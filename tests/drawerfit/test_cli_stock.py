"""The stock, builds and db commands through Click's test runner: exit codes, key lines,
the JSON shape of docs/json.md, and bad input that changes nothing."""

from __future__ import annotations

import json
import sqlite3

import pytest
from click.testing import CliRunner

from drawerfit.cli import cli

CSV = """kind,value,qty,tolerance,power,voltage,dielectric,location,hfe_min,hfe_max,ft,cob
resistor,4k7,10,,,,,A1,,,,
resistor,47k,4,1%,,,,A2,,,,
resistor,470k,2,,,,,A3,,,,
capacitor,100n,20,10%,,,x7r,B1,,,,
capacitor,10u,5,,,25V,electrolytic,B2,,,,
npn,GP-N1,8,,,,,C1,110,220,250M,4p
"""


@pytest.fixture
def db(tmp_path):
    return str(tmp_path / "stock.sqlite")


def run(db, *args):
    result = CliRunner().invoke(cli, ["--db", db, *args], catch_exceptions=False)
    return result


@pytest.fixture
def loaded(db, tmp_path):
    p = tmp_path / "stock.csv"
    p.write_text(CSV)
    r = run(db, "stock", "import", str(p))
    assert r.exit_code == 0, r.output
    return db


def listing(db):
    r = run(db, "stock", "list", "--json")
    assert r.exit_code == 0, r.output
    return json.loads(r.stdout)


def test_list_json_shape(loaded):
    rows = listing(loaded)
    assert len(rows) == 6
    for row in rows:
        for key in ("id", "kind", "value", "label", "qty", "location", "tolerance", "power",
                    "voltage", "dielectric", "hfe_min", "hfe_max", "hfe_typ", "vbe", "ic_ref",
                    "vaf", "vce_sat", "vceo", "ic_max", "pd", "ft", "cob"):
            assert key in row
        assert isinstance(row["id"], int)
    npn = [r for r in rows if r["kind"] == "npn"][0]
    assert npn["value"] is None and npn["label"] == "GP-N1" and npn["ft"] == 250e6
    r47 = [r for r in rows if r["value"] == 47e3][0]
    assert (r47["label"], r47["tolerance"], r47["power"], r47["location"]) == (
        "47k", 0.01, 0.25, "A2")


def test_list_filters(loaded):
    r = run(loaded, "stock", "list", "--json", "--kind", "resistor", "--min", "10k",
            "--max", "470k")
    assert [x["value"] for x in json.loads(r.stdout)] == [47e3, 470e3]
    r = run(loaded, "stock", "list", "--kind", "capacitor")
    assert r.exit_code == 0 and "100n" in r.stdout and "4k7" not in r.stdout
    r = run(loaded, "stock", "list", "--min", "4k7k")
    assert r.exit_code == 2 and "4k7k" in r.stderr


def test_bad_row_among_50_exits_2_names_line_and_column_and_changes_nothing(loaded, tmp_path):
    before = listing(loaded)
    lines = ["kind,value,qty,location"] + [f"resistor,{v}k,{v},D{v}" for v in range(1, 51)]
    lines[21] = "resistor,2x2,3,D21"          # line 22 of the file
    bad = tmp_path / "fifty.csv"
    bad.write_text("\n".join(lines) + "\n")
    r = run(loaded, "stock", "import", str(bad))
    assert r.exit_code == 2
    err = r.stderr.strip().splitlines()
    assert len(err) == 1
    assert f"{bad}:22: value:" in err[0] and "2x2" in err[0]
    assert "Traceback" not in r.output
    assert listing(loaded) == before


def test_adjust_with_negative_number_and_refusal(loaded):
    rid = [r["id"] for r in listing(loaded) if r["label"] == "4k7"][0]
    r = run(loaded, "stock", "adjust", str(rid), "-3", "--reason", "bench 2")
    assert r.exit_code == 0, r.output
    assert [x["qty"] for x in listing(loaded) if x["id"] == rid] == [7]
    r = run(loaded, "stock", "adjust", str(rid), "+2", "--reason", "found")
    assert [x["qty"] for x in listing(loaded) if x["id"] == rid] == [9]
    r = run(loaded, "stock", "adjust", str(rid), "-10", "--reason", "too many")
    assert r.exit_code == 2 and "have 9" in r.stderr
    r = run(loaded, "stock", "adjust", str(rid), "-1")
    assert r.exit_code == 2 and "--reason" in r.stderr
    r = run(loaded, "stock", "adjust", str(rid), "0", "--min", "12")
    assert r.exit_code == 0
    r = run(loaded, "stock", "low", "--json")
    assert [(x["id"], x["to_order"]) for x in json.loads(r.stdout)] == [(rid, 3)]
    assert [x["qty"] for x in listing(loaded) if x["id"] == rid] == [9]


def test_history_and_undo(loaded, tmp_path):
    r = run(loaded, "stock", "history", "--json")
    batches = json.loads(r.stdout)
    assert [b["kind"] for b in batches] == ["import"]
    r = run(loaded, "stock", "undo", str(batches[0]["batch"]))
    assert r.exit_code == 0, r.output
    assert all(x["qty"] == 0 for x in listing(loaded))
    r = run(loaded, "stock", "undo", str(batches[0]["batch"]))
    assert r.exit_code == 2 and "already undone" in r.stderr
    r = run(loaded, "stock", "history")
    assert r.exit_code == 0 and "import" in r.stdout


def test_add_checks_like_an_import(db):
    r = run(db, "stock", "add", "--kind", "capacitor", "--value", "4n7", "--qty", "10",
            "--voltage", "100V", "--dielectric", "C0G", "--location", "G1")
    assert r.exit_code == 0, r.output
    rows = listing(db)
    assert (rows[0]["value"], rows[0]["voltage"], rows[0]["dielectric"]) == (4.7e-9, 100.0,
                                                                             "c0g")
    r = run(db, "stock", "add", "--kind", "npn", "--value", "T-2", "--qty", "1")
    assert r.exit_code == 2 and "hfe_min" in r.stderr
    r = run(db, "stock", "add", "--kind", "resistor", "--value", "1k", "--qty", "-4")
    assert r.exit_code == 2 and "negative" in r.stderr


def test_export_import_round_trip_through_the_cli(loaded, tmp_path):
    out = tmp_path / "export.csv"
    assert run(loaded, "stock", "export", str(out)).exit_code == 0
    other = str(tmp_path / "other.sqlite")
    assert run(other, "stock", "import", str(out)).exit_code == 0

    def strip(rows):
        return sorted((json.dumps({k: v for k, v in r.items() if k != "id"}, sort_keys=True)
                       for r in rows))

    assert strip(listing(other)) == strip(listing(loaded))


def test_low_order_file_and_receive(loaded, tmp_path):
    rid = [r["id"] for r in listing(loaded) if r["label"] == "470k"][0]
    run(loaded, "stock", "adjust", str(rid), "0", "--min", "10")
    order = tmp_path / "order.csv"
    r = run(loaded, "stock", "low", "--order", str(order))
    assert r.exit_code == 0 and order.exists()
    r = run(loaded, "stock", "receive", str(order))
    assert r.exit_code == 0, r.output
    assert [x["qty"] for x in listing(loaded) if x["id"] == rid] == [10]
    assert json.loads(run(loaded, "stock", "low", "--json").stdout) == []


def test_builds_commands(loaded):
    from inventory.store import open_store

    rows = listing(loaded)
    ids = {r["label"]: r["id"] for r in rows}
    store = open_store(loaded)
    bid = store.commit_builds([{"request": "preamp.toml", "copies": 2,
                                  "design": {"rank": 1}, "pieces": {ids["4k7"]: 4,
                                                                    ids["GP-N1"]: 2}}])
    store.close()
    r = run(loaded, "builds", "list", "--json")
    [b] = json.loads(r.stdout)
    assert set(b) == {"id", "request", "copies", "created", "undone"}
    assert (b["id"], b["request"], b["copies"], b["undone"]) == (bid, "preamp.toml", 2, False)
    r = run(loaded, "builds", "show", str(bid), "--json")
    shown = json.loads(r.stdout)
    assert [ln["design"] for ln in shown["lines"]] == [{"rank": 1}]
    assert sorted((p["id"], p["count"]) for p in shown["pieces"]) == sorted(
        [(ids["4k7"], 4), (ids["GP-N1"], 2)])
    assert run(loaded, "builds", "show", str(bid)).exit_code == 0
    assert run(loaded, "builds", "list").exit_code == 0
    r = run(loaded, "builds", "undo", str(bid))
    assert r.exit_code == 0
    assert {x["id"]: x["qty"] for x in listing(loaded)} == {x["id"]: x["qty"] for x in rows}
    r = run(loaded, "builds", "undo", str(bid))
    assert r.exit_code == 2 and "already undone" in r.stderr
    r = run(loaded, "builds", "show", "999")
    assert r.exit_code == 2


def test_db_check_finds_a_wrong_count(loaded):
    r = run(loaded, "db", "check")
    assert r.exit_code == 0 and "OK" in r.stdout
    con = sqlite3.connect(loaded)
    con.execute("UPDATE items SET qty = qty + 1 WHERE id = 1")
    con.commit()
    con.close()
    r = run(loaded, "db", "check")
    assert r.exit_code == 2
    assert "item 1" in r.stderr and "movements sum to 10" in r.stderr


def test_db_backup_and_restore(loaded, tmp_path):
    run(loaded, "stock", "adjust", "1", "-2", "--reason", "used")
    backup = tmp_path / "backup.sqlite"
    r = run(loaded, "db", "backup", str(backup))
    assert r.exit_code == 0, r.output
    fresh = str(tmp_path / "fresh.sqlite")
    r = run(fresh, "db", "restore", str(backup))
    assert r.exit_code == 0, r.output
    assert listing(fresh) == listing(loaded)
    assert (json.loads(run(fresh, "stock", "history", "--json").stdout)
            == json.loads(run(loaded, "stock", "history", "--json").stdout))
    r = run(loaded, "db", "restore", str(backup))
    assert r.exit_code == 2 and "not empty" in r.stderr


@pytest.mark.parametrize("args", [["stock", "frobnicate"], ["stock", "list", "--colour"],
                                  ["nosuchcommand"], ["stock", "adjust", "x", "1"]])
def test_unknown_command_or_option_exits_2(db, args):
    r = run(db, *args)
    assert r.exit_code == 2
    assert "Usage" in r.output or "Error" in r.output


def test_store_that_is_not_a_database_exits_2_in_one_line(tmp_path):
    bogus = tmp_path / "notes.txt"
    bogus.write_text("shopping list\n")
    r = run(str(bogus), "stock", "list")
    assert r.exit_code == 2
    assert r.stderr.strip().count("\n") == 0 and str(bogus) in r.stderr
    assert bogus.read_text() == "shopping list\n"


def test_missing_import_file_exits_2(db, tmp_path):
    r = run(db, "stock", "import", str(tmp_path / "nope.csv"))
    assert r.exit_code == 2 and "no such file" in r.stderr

----------------

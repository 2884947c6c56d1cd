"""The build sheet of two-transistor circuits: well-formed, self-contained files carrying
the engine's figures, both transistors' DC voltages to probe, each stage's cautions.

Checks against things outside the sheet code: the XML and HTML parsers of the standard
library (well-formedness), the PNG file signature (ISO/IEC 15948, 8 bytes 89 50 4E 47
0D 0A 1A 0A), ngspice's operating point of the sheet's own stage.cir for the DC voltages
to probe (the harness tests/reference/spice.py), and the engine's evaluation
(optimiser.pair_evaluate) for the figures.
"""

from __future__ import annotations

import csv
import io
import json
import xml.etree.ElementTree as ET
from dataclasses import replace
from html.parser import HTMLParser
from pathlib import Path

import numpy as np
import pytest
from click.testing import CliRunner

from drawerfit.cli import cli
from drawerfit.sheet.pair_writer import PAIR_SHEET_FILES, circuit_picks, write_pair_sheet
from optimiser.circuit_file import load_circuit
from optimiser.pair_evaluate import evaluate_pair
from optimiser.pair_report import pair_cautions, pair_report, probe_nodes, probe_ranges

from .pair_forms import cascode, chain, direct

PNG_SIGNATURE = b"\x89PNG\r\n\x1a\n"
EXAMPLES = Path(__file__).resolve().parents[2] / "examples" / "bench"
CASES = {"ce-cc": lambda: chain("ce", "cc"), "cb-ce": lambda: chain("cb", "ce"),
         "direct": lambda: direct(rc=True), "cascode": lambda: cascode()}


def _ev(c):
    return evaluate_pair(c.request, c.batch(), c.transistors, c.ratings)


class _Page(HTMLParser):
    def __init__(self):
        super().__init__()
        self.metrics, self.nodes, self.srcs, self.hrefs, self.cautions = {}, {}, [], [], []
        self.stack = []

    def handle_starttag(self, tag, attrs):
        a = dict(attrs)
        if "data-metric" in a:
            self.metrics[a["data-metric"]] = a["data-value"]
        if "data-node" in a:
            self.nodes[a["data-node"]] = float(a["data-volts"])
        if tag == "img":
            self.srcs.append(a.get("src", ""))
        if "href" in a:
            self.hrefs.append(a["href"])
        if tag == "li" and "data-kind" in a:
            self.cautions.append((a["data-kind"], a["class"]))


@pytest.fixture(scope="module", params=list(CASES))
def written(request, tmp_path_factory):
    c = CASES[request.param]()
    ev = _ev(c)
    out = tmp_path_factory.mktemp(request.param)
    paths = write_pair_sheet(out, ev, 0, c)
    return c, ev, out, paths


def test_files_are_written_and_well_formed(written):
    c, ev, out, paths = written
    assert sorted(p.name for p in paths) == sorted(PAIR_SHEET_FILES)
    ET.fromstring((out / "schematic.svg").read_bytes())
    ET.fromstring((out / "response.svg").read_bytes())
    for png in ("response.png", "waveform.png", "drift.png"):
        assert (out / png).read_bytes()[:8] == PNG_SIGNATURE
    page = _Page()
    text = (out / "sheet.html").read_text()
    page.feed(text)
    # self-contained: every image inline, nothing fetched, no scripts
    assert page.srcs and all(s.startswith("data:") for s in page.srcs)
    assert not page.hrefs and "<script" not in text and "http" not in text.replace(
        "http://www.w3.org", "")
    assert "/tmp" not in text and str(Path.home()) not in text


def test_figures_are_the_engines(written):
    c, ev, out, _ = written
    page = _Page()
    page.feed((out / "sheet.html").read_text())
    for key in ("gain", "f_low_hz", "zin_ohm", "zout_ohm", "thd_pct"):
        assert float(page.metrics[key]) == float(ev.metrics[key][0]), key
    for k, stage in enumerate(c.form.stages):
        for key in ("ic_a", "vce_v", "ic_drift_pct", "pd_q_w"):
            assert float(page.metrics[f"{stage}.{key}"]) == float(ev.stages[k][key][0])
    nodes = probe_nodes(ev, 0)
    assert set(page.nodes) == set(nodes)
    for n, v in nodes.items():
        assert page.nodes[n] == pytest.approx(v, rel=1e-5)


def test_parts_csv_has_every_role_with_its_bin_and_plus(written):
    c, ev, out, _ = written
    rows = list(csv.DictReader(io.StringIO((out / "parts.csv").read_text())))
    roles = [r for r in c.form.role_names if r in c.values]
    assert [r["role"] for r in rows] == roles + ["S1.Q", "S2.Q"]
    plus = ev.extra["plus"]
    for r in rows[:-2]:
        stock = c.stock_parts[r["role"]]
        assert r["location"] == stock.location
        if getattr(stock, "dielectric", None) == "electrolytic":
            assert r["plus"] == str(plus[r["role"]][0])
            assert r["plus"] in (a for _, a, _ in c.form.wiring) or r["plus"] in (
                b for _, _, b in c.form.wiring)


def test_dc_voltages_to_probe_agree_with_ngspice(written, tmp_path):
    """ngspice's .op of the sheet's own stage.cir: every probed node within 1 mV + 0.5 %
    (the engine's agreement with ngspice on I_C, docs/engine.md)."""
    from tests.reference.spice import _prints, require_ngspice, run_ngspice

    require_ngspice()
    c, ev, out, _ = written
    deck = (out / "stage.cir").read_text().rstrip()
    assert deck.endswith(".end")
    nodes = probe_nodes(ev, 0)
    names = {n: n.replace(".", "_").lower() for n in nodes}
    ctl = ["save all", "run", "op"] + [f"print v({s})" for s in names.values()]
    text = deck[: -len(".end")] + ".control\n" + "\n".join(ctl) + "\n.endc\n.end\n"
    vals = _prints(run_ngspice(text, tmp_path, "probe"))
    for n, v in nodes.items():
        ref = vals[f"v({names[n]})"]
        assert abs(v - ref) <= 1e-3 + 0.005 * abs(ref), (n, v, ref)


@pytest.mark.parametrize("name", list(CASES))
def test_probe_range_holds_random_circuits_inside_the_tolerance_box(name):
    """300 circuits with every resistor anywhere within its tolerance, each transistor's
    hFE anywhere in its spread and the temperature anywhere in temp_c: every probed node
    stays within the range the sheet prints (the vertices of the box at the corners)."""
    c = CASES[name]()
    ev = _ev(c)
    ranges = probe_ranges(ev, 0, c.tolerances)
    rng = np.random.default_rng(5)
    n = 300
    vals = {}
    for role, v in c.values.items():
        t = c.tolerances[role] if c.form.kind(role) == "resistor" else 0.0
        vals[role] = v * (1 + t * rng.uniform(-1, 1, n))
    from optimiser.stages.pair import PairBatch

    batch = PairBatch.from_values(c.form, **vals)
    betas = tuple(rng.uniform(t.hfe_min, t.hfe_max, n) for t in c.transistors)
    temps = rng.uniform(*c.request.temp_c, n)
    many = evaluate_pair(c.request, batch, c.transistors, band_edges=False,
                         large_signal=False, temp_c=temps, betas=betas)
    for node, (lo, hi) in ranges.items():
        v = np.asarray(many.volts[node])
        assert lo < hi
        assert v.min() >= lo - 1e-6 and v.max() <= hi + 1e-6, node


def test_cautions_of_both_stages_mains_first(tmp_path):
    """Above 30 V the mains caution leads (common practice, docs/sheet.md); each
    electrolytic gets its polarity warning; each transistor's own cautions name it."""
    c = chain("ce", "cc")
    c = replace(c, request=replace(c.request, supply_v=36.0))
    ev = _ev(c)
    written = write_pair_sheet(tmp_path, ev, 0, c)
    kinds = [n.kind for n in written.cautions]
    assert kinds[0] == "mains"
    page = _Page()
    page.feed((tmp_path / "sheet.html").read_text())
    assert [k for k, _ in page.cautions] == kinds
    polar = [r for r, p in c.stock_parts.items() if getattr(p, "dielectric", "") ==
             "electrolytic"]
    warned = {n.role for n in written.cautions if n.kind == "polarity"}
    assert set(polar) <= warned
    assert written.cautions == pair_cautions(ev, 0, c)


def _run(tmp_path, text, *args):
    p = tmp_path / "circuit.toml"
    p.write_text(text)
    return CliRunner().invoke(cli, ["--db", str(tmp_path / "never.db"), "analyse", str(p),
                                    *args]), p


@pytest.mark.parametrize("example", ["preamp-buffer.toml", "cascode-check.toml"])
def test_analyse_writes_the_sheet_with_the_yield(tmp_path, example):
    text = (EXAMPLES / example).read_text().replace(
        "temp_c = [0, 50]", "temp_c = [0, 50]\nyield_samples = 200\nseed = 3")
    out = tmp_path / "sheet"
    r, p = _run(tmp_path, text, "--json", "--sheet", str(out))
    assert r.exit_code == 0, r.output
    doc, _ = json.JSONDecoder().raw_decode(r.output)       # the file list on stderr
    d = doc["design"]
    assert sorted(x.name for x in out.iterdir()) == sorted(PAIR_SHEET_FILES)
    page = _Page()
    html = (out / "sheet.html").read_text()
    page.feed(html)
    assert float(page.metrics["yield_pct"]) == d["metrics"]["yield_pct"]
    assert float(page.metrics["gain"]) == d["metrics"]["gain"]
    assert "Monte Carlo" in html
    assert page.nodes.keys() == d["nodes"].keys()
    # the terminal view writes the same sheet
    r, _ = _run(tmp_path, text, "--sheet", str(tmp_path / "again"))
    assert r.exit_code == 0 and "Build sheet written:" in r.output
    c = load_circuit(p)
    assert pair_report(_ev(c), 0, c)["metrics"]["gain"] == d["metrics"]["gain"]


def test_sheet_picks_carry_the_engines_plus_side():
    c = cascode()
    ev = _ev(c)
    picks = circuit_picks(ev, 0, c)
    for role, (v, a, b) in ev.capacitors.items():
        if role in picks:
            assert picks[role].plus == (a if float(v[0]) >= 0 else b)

----------------

# [WORK INSTRUCTION]
Your answer should consist of the lines above that hold the word "before", copied exactly.

# [TASK RESULT]
    before = listing(loaded)
    assert listing(loaded) == before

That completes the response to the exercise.